14. The computer implemented non-transitory computer readable media of claim 8, wherein the restricted information can be any of:

historical or forecasted revenues, earnings or other financial results;

new products or services or other product developments;

new contracts or partners or loss of a contract or partner;

developments regarding technology or business operations;

cybersecurity or privacy breaches;

potential mergers or acquisitions or dispositions of significant subsidiaries or assets;

new litigation or regulatory inquiries or developments in existing litigation or inquiries;

developments in borrowings, or financings or capital investments;

changes in financial condition or asset value or liquidity issues;

changes in senior management;

changes in compensation policies;

changes related to auditors;

changes in corporate strategy;

changes in accounting methods and write-offs; and

stock offerings, stock splits or changes in dividend policy.

15. A system, comprising:

a non-transitory computer readable memory storing instructions;

a processor programmed to cooperate with the instructions in memory to perform operations comprising:

receiving a first document containing restricted information and a list of questions for the first document;

generating a graph based on answers to the questions of the list, the graph including nodes and edges connecting the nodes, the nodes representing attributes in the first document, and the edges representing relationships reflected in the document between the attributes of the nodes;

flagging those of the nodes that contain any of the restricted information within the first document;

generating, for each of the flagged nodes, fake information to replace the restricted information of the flagged node;

generating a second document by replacing the restricted information of the first document with the fake information from the flagged nodes;

receiving a third document, the third document being a content modified version of the second document, the third document including at least some of the fake information of the flagged nodes;

identifying, within the third document, content corresponding to edges of at least some of the flagged nodes and nodes connected to the edges of the at least some of the flagged nodes;

identifying, from the identified edges and the identified nodes connected to the edges, specific flagged nodes; and

generating a fourth document by replacing any of the fake information in the third document with restricted information taken from the specific flagged nodes.

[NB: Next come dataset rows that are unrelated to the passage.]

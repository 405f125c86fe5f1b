package main

import (
	"crypto/sha256"
	"encoding/json"
	"os"
	"os/exec"
	"path/filepath"
	"strings"
	"syscall"
	"testing"
	"time"
)

// TestMain lets the tests run pcqc as a separate process: with PCQC_ARGS set
// (a JSON array), the test binary is pcqc.
func TestMain(m *testing.M) {
	if args := os.Getenv("PCQC_ARGS"); args != "" {
		var list []string
		if err := json.Unmarshal([]byte(args), &list); err != nil {
			os.Exit(99)
		}
		os.Exit(runProcess(list))
	}
	os.Exit(m.Run())
}

// startPCQC starts pcqc as a child process that holds still once its tables
// are written, and waits until it does.
func startPCQC(t *testing.T, hold string, args ...string) *exec.Cmd {
	t.Helper()
	js, _ := json.Marshal(args)
	cmd := exec.Command(os.Args[0])
	cmd.Env = append(os.Environ(), "PCQC_ARGS="+string(js), "PCQC_TEST_HOLD_WRITING="+hold)
	if err := cmd.Start(); err != nil {
		t.Fatal(err)
	}
	deadline := time.Now().Add(60 * time.Second)
	for {
		if _, err := os.Stat(hold); err == nil {
			return cmd
		}
		if time.Now().After(deadline) {
			cmd.Process.Kill()
			t.Fatal("pcqc never reached the writing stage")
		}
		time.Sleep(20 * time.Millisecond)
	}
}

func tempFolders(t *testing.T, dir string) []string {
	t.Helper()
	found, _ := filepath.Glob(filepath.Join(dir, ".*.pcqc-tmp-*"))
	return found
}

func fileHash(t *testing.T, path string) [32]byte {
	t.Helper()
	b, err := os.ReadFile(path)
	if err != nil {
		t.Fatal(err)
	}
	return sha256.Sum256(b)
}

// An interrupted run leaves no partial output folder and no temporary
// folder, and never touches its input.
func TestInterruptLeavesNothing(t *testing.T) {
	for _, sig := range []syscall.Signal{syscall.SIGINT, syscall.SIGTERM, syscall.SIGHUP} {
		t.Run(sig.String(), func(t *testing.T) {
			dir := t.TempDir()
			data := filepath.Join(dir, "input.csv")
			src, _ := os.ReadFile(usarrestsPath)
			os.WriteFile(data, src, 0o644)
			before := fileHash(t, data)
			out := filepath.Join(dir, "result")
			cmd := startPCQC(t, filepath.Join(dir, "hold"), "run", data, "--out", out, "--bootstrap", "20", "--format", "none")
			cmd.Process.Signal(sig)
			err := cmd.Wait()
			ee, ok := err.(*exec.ExitError)
			if !ok || ee.ExitCode() != 128+int(sig) {
				t.Errorf("exit %v, want status %d", err, 128+int(sig))
			}
			if _, err := os.Stat(out); !os.IsNotExist(err) {
				t.Errorf("output folder exists after the interrupt")
			}
			if left := tempFolders(t, dir); len(left) > 0 {
				t.Errorf("temporary folders left: %v", left)
			}
			if fileHash(t, data) != before {
				t.Error("the input file changed")
			}
		})
	}
}

// A run killed outright cannot clean up: its target never appears half
// written, and the next run removes its temporary folder.
func TestKilledRunIsCleanedUpByTheNext(t *testing.T) {
	dir := t.TempDir()
	out := filepath.Join(dir, "result")
	cmd := startPCQC(t, filepath.Join(dir, "hold"), "run", usarrestsPath, "--out", out, "--bootstrap", "20", "--format", "none")
	cmd.Process.Kill()
	cmd.Wait()
	if _, err := os.Stat(out); !os.IsNotExist(err) {
		t.Fatal("a killed run left an output folder")
	}
	if left := tempFolders(t, dir); len(left) != 1 {
		t.Fatalf("expected the killed run's temporary folder, found %v", left)
	}
	if status, _, stderr := runPCQC(t, "run", usarrestsPath, "--out", out, "--bootstrap", "20", "--format", "none"); status != exitOK {
		t.Fatalf("next run: %d %s", status, stderr)
	}
	if left := tempFolders(t, dir); len(left) > 0 {
		t.Errorf("stale temporary folders survive the next run: %v", left)
	}
	if _, err := os.Stat(filepath.Join(out, "summary.json")); err != nil {
		t.Errorf("next run's output: %v", err)
	}
}

// --force replaces the folder in one step: a reader never finds the target
// missing or mixed, and the old files are gone.
func TestForceReplacesAtomically(t *testing.T) {
	dir := t.TempDir()
	out := filepath.Join(dir, "result")
	if status, _, stderr := runPCQC(t, "run", usarrestsPath, "--out", out, "--bootstrap", "0", "--format", "md"); status != exitOK {
		t.Fatal(stderr)
	}
	stop := make(chan struct{})
	missing := make(chan string, 1)
	go func() {
		for {
			select {
			case <-stop:
				return
			default:
			}
			if _, err := os.Stat(filepath.Join(out, "summary.json")); err != nil {
				select {
				case missing <- err.Error():
				default:
				}
			}
		}
	}()
	for i := 0; i < 5; i++ {
		if status, _, stderr := runPCQC(t, "run", usarrestsPath, "--out", out, "--force", "--bootstrap", "0", "--format", "none", "--scale", []string{"none", "unit"}[i%2]); status != exitOK {
			t.Fatal(stderr)
		}
	}
	close(stop)
	select {
	case m := <-missing:
		t.Errorf("the output folder was missing during a --force replace: %s", m)
	default:
	}
	for _, old := range []string{"report.md", "figures"} { // written by the first run only
		if _, err := os.Stat(filepath.Join(out, old)); !os.IsNotExist(err) {
			t.Errorf("%s of the old folder survives --force", old)
		}
	}
	if entries, _ := os.ReadDir(dir); len(entries) != 1 {
		var names []string
		for _, e := range entries {
			names = append(names, e.Name())
		}
		t.Errorf("stray entries beside the output: %s", strings.Join(names, " "))
	}
}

16. The system of claim 15, wherein third document lacks at least some of the fake information contained in the graph, such that a number of specific flagged nodes is less than the flagged nodes from the generating a graph.

17. The system of claim 15, wherein any of the flagged nodes from the generating a graph that are not part of the specific flagged nodes correspond to restricted information in the first document for which no corresponding fake information appears in the third document.

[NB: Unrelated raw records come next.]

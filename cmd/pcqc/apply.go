package main

import (
	"flag"
	"fmt"
	"io"
	"os"
	"path/filepath"
	"strings"
	"time"

	"pcqc/analysis"
	"pcqc/analysis/intake"
	"pcqc/checks"
	"pcqc/report"
)

var applyCommand = &command{
	name:    "apply",
	summary: "score new samples against the model of an earlier run",
	usage:   "pcqc apply AUDIT_DIR|MODEL_JSON NEW_DATA [--out DIR] [--id COL] [--group COL] [flags]",
	help: `Apply reads model.json from AUDIT_DIR, a folder written by pcqc run (or the
model file itself, MODEL_JSON, when it is given by its path), and scores the
samples of NEW_DATA against it: they are preprocessed with the
training means and scales (never re-estimated), projected on the training
loadings, and judged by Hotelling T² against the limit for new observations,
k(n²−1)/(n(n−k))·F(k, n−k), and by Q against the training limits. For every
sample beyond a 99 % limit, contributions.csv gives each variable's
contribution to its T² and its Q; the report shows the new samples on the
training score plot, and the contributions and signed residuals of the
worst of them. The training scores are read from scores.csv beside the
model, when it is there.

The variables are found by name; columns the model does not know are
ignored. The transform, scaling and components come from the model, so
--transform, --scale, --components, --columns and --drop are refused, as are
--bootstrap and --permutations (apply resamples nothing). With
--missing mean, missing cells get the training means. NEW_DATA is read in
the training data's encoding unless --encoding is given.

The output folder defaults to <NEW_DATA name>-apply. The report's Reproduce
section gives the command with every option in force.

Input, output and report flags as for run:
  --id COL, --group COL, --missing fail|drop|mean, --censored fail|half|sqrt2,
  --delim D, --decimal MARK, --encoding ENC, --skip N, --comment CHAR,
  --units-row, --thousands SEP,
  --out DIR, --force, --format LIST, --title TEXT, --author TEXT,
  --date YYYY-MM-DD, --fail-on LEVEL, --quiet
`,
	run: runApply,
}

// modelFixedFlags are the flags whose meaning the saved model fixes.
var modelFixedFlags = []string{"transform", "scale", "components", "columns", "drop", "bootstrap", "permutations", "seed"}

func runApply(args []string, stdout, stderr io.Writer) (int, error) {
	fs := flag.NewFlagSet("apply", flag.ContinueOnError)
	var f auditFlags
	f.register(fs, "")
	pos, helped, err := parseCommand("apply", fs, &f, args, 2, "an audit folder and a data file", stdout)
	if helped || err != nil {
		return exitOK, err
	}
	for _, name := range modelFixedFlags {
		if f.set[name] {
			return 0, usagef("--%s is fixed by the saved model; apply takes the model as it is", name)
		}
	}
	auditDir, modelPath := modelLocation(pos[0])
	data := pos[1]
	outGiven := ""
	if f.set["out"] {
		outGiven = f.out
	}
	if f.out == "" {
		f.out = intake.StemName(data) + "-apply"
	}
	reads := []string{modelPath, filepath.Join(auditDir, "scores.csv"), data}
	read, err := f.validate(reads...)
	if err != nil {
		return 0, err
	}
	if read.Missing == intake.MissingIterative {
		// New samples are scored one by one against a fixed model, which
		// gives the imputation no table to learn from.
		return 0, usagef("--missing iterative imputes within the table being analysed; apply scores new samples against a saved model, so use --missing mean (the model's means) or drop")
	}
	level, _ := f.failLevel()
	formats, ropt, _ := f.reportOptions(time.Now())
	model, err := analysis.LoadModel(modelPath)
	if err != nil {
		return 0, err
	}
	// New batches usually come from where the training data came from, so
	// they are read in the training file's encoding unless told otherwise.
	if enc, ok := intake.ParseEncoding(model.Input.Encoding); ok && !f.set["encoding"] {
		read.Encoding = enc
	}
	training, err := analysis.ReadTrainingScores(filepath.Join(auditDir, "scores.csv"), model)
	if err != nil {
		return 0, err
	}
	t, others, err := readForModel(data, model, read)
	if err != nil {
		return 0, err
	}
	if err := analysis.CheckNewValues(model, t); err != nil {
		return 0, err
	}
	app := analysis.Apply(model, t)
	app.Extra = append(app.Extra, others...)
	run := report.ApplyRun{
		App:            app,
		Checks:         checks.RunAll(checks.Input{Apply: app}),
		TrainingScores: training,
		AuditDir:       auditDir,
	}
	opts := f.applyOptions(read, t)
	meta := report.Meta{Version: Version, Command: applyCommandLine(pos[0], data, opts, outGiven), Options: opts}

	out, err := f.beginOutput(reads)
	if err != nil {
		return 0, err
	}
	defer setActiveOutput(nil)
	write := func() error {
		if err := report.WriteApplyTables(out.Dir(), run, meta); err != nil {
			return err
		}
		if err := report.WriteApplyReport(out.Dir(), run, meta, ropt, formats); err != nil {
			return err
		}
		return out.Commit()
	}
	if err := write(); err != nil {
		out.Abort()
		return 0, writeFailure(err)
	}
	printApplySummary(stdout, run)
	reportWritten(stdout, stderr, out)
	if level != "" && checks.Reached(run.Checks, level) {
		return exitChecks, nil
	}
	return exitOK, nil
}

// modelLocation reads apply's first argument: an audit folder, or the
// path of a model file (a name ending in .json, or any file that is not a
// folder), whose folder is then the audit folder.
func modelLocation(arg string) (auditDir, modelPath string) {
	st, err := os.Stat(arg)
	isDir := err == nil && st.IsDir()
	if !isDir && (err == nil || strings.EqualFold(filepath.Ext(arg), ".json")) {
		return filepath.Dir(arg), arg
	}
	return arg, filepath.Join(arg, "model.json")
}

// applyCommandLine is the command for the report's Reproduce section: the
// model and data arguments and every option in force that differs from
// apply's default, those the user typed and those set for them (the demo's
// id and group columns, the encoding taken from the model, the detected
// id column), so that the line alone gives the same report. --out is kept
// when it was given; options that cannot change the results (--force,
// --quiet, --threads) are left out, as they are from the options table.
func applyCommandLine(model, data string, opts report.Options, out string) []string {
	defaults := map[string]string{"id": "", "group": "", "missing": string(intake.MissingFail), "censored": string(intake.CensorFail), "delim": "auto",
		"decimal": "point", "encoding": string(intake.EncodingUTF8), "fail_on": string(checks.Fail), "format": "md,pdf,html",
		"title": "", "author": "", "date": "", "skip": "0", "comment": "", "units_row": "false", "thousands": ""}
	var flags []string
	for _, o := range opts {
		def, ok := defaults[o.Name]
		value := fmt.Sprint(o.Value)
		if !ok || value == def {
			continue
		}
		if b, isBool := o.Value.(bool); isBool && b {
			flags = append(flags, "--"+strings.ReplaceAll(o.Name, "_", "-")) // an on/off flag takes no value
			continue
		}
		flags = append(flags, "--"+strings.ReplaceAll(o.Name, "_", "-"), value)
	}
	if out != "" {
		flags = append(flags, "--out", out)
	}
	cmd := []string{"pcqc", "apply"}
	if strings.HasPrefix(model, "-") || strings.HasPrefix(data, "-") {
		// Arguments that look like flags go after "--".
		return append(append(append(cmd, flags...), "--"), model, data)
	}
	return append(append(cmd, model, data), flags...)
}

// readForModel reads the new data: the model's variables that the file has
// (so that other columns, numeric or not, do not get in the way), the
// model's transform, any number of rows, constant columns kept, and
// training means for missing cells. It also returns the file's other
// columns, which are ignored.
func readForModel(path string, m *analysis.Model, read intake.ReadOptions) (*intake.Table, []string, error) {
	header, err := intake.ReadHeader(path, read)
	if err != nil {
		return nil, nil, err
	}
	index := map[string]int{}
	for j, v := range m.Variables {
		index[analysis.ColumnKey(v)] = j
	}
	var present []string
	var means []float64
	for _, h := range header {
		if j, ok := index[analysis.ColumnKey(h)]; ok && h != read.IDColumn && h != read.GroupColumn {
			present = append(present, h)
			means = append(means, m.Means[j])
		}
	}
	if len(present) == 0 {
		return nil, nil, &intake.InputError{File: path, Line: 1, Reason: fmt.Sprintf("none of the model's variables (%s) is a column of the new data", listVariables(m.Variables))}
	}
	read.Columns = present
	read.Transform = m.Transform
	read.MinRows = 1
	read.KeepConstant = true
	read.ImputeWith = means
	t, err := intake.ReadTable(path, read)
	if err != nil {
		return nil, nil, err
	}
	known := map[string]bool{analysis.ColumnKey(t.IDColumn): true, analysis.ColumnKey(t.GroupColumn): true}
	for _, v := range m.Variables {
		known[analysis.ColumnKey(v)] = true
	}
	var others []string
	for _, h := range header {
		if !known[analysis.ColumnKey(h)] {
			others = append(others, h)
		}
	}
	return t, others, nil
}

func listVariables(v []string) string {
	if len(v) > 8 {
		return fmt.Sprintf("%s … and %d more", v[:8], len(v)-8)
	}
	return fmt.Sprint(v)
}

func (f *auditFlags) applyOptions(read intake.ReadOptions, t *intake.Table) report.Options {
	// The model fixes the variables, preprocessing and components; apply
	// records the rest of run's options, in the same order.
	fromModel := map[string]bool{"columns": true, "drop": true, "transform": true, "scale": true, "center": true,
		"components": true, "permutations": true, "bootstrap": true, "seed": true}
	var opts report.Options
	for _, o := range f.effective(read, t) {
		if !fromModel[o.Name] {
			opts = append(opts, o)
		}
	}
	return opts
}

func printApplySummary(w io.Writer, run report.ApplyRun) {
	app := run.App
	if app.Scores == nil {
		fmt.Fprintf(w, "pcqc: the new data lack model variables %v; nothing scored; verdict %s\n", app.Missing, checks.Verdict(run.Checks))
	} else {
		fmt.Fprintf(w, "pcqc: %d new samples scored against %d components; %d beyond a 99 %% limit; verdict %s\n",
			app.Table.Rows(), app.Model.Retained, len(app.Flagged), checks.Verdict(run.Checks))
	}
}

18. The system of claim 15, wherein generating fake information for a numerical value of restricted information comprises determining a range around the numerical value and selecting a random number within the determined range.

19. The system of claim 15, wherein generating fake information for a name of restricted information comprises converting the name to a fake name or a generic descriptor of the name.

20. The system of claim 15, the operations further comprising:

maintaining a plurality of lists of questions, each of the list of questions being context specific to a certain industrial area; and

selecting the list of questions, for receiving a first document, from the plurality of lists of questions.